(Saved entries)
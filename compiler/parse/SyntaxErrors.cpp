// SyntaxErrors.cpp - turns ANTLR's syntax errors into plain-English diagnostics.
#include "ParseInternal.h"

#include <cctype>

namespace saltpan::parsing {

using grammar::SaltpanLexer;

std::string tokenName(const antlr4::dfa::Vocabulary &vocabulary, size_t type) {
  switch (type) {
  case antlr4::Token::EOF:
    return "end of file";
  case SaltpanLexer::IDENT:
    return "a name";
  case SaltpanLexer::NUMBER:
    return "a number";
  case SaltpanLexer::STRING:
    return "a string";
  case SaltpanLexer::SLASH:
    return "'/'";
  case SaltpanLexer::DOT:
    return "'\u00B7'";
  case SaltpanLexer::UNIT_DIV:
  case SaltpanLexer::UNIT_MUL:
    return "a unit";
  case SaltpanLexer::UNIT_POW:
    return "an exponent";
  default:
    break;
  }
  std::string literal = vocabulary.getLiteralName(type);
  if (!literal.empty())
    return literal;
  return vocabulary.getDisplayName(type);
}

namespace {

// A keyword is a token whose literal is a word ('model', 'latin_hypercube'), not punctuation.
bool isKeyword(const antlr4::dfa::Vocabulary &vocabulary, size_t type) {
  std::string literal = vocabulary.getLiteralName(type);
  if (literal.size() < 3 || literal.front() != '\'' || literal.back() != '\'')
    return false;
  for (size_t i = 1; i + 1 < literal.size(); ++i)
    if (!std::isalnum(static_cast<unsigned char>(literal[i])) && literal[i] != '_')
      return false;
  return std::isalpha(static_cast<unsigned char>(literal[1]));
}

std::string quoted(const antlr4::Token *t) {
  if (!t || t->getType() == antlr4::Token::EOF)
    return "end of file";
  std::string text = t->getText();
  if (text.size() > 24)
    text = text.substr(0, 21) + "...";
  return "'" + text + "'";
}

std::string expectedList(const antlr4::dfa::Vocabulary &vocabulary, const antlr4::misc::IntervalSet &set) {
  std::vector<std::string> names;
  for (ssize_t type : set.toList()) {
    if (type < 0)
      continue;
    std::string n = tokenName(vocabulary, static_cast<size_t>(type));
    if (n.empty() || n == "<INVALID>")
      continue;
    names.push_back(n);
  }
  if (names.size() > 8) {
    // A block's items (a compartment's, a protocol's) are many keywords and a brace: list the
    // keywords, which are what a writer can choose from; a longer mixture says nothing useful.
    std::vector<std::string> words;
    for (const std::string &n : names)
      if (n.size() > 2 && n.front() == '\'' && std::isalpha(static_cast<unsigned char>(n[1])))
        words.push_back(n);
    if (words.size() < 4 || words.size() > 16)
      return "";
    names = words;
  }
  if (names.empty())
    return "";
  std::string out;
  for (size_t i = 0; i < names.size(); ++i) {
    if (i > 0)
      out += i + 1 == names.size() ? " or " : ", ";
    out += names[i];
  }
  return out;
}

} // namespace

void SyntaxErrorListener::syntaxError(antlr4::Recognizer *recognizer, antlr4::Token *offending, size_t,
                                      size_t, const std::string &msg, std::exception_ptr e) {
  ++count_;
  // One bad byte can make the parser complain many times; the first dozen say enough.
  if (count_ > 12) {
    if (count_ == 13)
      diags_.error(tokenRange(file_, offending), "too many syntax errors; stopping here");
    return;
  }
  const auto &vocabulary = recognizer->getVocabulary();
  SourceRange range = tokenRange(file_, offending);
  std::string message;
  std::string expected;
  auto *parser = dynamic_cast<antlr4::Parser *>(recognizer);
  if (offending && offending->getType() == SaltpanLexer::STRAY) {
    message = "unexpected character " + quoted(offending);
  } else if (offending && offending->getType() == SaltpanLexer::UNTERMINATED_STRING) {
    message = "string is not closed; add '\"' before the end of the line";
  } else {
    bool failedPredicate = false;
    if (e) {
      try {
        std::rethrow_exception(e);
      } catch (antlr4::FailedPredicateException &) {
        failedPredicate = true;
      } catch (antlr4::InputMismatchException &ex) {
        expected = expectedList(vocabulary, ex.getExpectedTokens());
        (void)failedPredicate;
      } catch (antlr4::NoViableAltException &ex) {
        // Only when the choice failed at its first token do the choices' first tokens say what fits.
        if (parser && ex.getStartToken() == offending)
          expected = expectedList(vocabulary, parser->getExpectedTokens());
      } catch (...) {
      }
    } else if (parser) {
      expected = expectedList(vocabulary, parser->getExpectedTokens());
    }
    if (failedPredicate)
      message = "a unit must follow its number on the same line, written without spaces";
    else if (msg.rfind("missing ", 0) == 0 && !expected.empty())
      message = "expected " + expected + " before " + quoted(offending);
    else if (offending && offending->getType() == antlr4::Token::EOF)
      message = "unexpected end of file" + (expected.empty() ? "" : "; expected " + expected);
    else
      message = "unexpected " + quoted(offending) + (expected.empty() ? "" : "; expected " + expected);
    bool keyword = offending && isKeyword(vocabulary, offending->getType());
    bool inPlace =
        parser && parser->getContext() && parser->getContext()->getRuleIndex() == grammar::SaltpanParser::RulePosition;
    if (inPlace && !failedPredicate) {
      message = "a place along a cable needs its unit: a length ('450 um') or a percentage of the cable's length "
                "('50 %')";
      noiseLine_ = range.begin.line;
    } else if (keyword && expected.find("a name") != std::string::npos) {
      message += " ('" + offending->getText() + "' is a keyword and cannot be used as a name)";
      noiseLine_ = range.begin.line;
    } else if (noiseLine_ == range.begin.line && range.begin.offset > lastOffset_) {
      // Recovery may read the keyword as the start of its own construct ('sweep' as a sweep), or
      // the amplitude after a place as its unit: what follows on that line is noise after the
      // one real mistake.
      --count_;
      return;
    }
  }
  // ANTLR may complain twice at one token while recovering; keep the more helpful message.
  if (range.begin.offset == lastOffset_ && diags_.last()) {
    if (message.size() > diags_.last()->message.size())
      diags_.last()->message = message;
    --count_;
    return;
  }
  lastOffset_ = range.begin.offset;
  diags_.error(range, message);
}

} // namespace saltpan::parsing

#### [EXERCISE AIM]
Going through the entries above, tally every line that contains the string "getText", then state only the total.

#### [ANSWER TO THIS TASK]
2